[Start of section]

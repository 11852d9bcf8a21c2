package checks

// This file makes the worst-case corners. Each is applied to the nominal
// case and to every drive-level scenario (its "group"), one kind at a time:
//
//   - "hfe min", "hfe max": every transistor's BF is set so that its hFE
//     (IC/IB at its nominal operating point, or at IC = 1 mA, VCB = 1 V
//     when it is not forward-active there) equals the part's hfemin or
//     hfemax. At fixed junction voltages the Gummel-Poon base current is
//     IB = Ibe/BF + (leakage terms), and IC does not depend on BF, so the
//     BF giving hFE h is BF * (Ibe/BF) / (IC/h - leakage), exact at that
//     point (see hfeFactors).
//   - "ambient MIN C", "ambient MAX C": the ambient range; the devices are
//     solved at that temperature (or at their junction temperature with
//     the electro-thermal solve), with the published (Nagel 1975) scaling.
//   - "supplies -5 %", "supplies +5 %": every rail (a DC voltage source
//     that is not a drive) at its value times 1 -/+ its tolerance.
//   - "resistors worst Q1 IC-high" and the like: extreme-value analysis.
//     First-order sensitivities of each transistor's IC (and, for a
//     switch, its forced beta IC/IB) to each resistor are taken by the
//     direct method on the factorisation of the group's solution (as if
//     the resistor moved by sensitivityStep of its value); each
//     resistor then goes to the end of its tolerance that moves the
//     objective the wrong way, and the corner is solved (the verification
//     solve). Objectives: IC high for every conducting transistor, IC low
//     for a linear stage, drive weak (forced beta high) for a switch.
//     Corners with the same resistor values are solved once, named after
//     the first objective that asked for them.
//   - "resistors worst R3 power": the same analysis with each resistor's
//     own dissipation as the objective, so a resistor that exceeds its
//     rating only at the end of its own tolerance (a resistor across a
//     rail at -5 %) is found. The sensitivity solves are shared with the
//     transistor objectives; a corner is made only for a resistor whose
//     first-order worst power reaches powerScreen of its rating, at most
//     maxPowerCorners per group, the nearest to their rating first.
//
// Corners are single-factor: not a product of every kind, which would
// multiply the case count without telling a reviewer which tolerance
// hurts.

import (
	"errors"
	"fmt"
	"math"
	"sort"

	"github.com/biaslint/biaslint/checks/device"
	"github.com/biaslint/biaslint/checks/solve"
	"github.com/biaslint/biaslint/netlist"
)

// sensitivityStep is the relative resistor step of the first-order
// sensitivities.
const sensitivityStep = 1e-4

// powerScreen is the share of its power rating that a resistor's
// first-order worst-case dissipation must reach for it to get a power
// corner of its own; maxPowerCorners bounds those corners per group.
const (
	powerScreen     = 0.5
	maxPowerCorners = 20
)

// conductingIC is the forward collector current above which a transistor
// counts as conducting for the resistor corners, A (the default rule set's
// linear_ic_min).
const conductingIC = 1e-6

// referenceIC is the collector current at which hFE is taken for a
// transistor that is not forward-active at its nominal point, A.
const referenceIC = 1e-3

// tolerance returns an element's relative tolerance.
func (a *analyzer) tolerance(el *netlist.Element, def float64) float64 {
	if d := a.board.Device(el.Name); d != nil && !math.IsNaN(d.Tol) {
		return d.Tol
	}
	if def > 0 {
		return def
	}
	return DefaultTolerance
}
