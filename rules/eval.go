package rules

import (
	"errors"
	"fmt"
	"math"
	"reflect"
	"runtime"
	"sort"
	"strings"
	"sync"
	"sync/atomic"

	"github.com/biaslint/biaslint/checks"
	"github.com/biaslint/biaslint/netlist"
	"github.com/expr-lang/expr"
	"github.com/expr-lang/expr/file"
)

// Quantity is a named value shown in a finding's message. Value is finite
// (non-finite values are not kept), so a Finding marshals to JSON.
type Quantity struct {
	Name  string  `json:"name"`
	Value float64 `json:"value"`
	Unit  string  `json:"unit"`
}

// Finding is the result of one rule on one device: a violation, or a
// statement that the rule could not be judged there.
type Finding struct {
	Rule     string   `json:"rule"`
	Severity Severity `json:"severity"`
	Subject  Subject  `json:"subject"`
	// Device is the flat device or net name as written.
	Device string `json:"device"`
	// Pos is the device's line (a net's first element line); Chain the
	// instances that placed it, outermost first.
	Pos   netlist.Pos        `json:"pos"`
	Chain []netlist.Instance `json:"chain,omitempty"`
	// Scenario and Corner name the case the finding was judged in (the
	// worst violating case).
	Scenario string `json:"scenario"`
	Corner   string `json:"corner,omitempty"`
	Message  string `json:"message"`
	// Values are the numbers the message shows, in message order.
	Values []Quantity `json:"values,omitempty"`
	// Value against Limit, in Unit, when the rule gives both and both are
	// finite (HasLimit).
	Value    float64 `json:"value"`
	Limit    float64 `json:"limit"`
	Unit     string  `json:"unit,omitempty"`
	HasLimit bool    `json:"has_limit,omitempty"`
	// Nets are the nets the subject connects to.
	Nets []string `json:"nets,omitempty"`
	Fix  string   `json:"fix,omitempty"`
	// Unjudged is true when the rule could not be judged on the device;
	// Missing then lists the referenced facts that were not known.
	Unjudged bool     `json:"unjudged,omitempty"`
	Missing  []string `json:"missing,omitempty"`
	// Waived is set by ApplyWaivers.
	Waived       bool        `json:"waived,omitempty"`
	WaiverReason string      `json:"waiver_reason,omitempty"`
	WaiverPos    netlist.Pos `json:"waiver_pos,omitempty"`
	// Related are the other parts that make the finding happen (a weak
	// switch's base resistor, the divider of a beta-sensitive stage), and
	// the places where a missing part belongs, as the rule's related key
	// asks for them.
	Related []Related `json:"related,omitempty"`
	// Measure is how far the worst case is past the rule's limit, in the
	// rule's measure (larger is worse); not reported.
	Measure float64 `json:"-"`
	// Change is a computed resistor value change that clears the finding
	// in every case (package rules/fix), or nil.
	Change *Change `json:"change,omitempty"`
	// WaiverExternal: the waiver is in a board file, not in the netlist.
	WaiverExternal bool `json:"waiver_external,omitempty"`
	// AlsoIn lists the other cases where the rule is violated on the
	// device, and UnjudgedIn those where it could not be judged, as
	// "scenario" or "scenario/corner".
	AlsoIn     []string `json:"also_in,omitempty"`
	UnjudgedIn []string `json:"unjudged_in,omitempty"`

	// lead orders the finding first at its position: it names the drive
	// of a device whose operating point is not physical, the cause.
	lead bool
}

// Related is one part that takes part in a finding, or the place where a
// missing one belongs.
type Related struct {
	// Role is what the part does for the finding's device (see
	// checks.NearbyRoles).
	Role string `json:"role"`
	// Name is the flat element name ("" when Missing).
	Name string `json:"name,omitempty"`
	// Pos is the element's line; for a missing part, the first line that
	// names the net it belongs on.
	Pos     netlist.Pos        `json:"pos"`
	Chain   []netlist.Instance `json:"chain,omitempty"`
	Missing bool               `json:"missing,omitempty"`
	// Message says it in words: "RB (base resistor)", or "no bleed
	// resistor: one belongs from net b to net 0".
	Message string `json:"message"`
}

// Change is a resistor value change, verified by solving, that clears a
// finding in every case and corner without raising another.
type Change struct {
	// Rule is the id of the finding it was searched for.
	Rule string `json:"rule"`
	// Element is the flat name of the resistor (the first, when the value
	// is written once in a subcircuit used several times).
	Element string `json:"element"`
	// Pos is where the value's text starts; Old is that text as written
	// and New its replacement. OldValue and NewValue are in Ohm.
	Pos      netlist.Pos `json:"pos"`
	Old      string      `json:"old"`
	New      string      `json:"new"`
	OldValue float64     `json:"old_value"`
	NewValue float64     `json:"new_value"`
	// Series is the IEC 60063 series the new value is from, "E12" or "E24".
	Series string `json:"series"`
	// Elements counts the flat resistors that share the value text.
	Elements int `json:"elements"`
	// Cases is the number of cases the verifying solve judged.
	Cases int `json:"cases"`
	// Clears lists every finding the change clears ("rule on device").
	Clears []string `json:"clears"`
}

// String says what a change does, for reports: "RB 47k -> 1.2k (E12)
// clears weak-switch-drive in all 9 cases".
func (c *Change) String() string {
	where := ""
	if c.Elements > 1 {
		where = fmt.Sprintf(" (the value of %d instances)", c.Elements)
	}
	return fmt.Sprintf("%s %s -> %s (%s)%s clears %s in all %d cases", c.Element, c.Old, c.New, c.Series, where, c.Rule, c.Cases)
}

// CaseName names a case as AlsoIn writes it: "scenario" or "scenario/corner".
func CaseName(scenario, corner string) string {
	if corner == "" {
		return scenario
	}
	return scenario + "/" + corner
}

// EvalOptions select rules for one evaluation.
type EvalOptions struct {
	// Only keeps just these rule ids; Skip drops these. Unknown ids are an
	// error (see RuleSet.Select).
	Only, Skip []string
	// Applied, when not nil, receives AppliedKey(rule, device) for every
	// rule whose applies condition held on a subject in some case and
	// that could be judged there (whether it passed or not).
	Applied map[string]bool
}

[End of section]

* _PROMPT_
Copy out each line of the data above, exactly, if it lies between the line holding "Clears lists every" and the line holding "where, c.Rule, c.Cases)", inclusive; copy no other line.

* _SOLUTION_
	// Clears lists every finding the change clears ("rule on device").
	Clears []string `json:"clears"`
}

// String says what a change does, for reports: "RB 47k -> 1.2k (E12)
// clears weak-switch-drive in all 9 cases".
func (c *Change) String() string {
	where := ""
	if c.Elements > 1 {
		where = fmt.Sprintf(" (the value of %d instances)", c.Elements)
	}
	return fmt.Sprintf("%s %s -> %s (%s)%s clears %s in all %d cases", c.Element, c.Old, c.New, c.Series, where, c.Rule, c.Cases)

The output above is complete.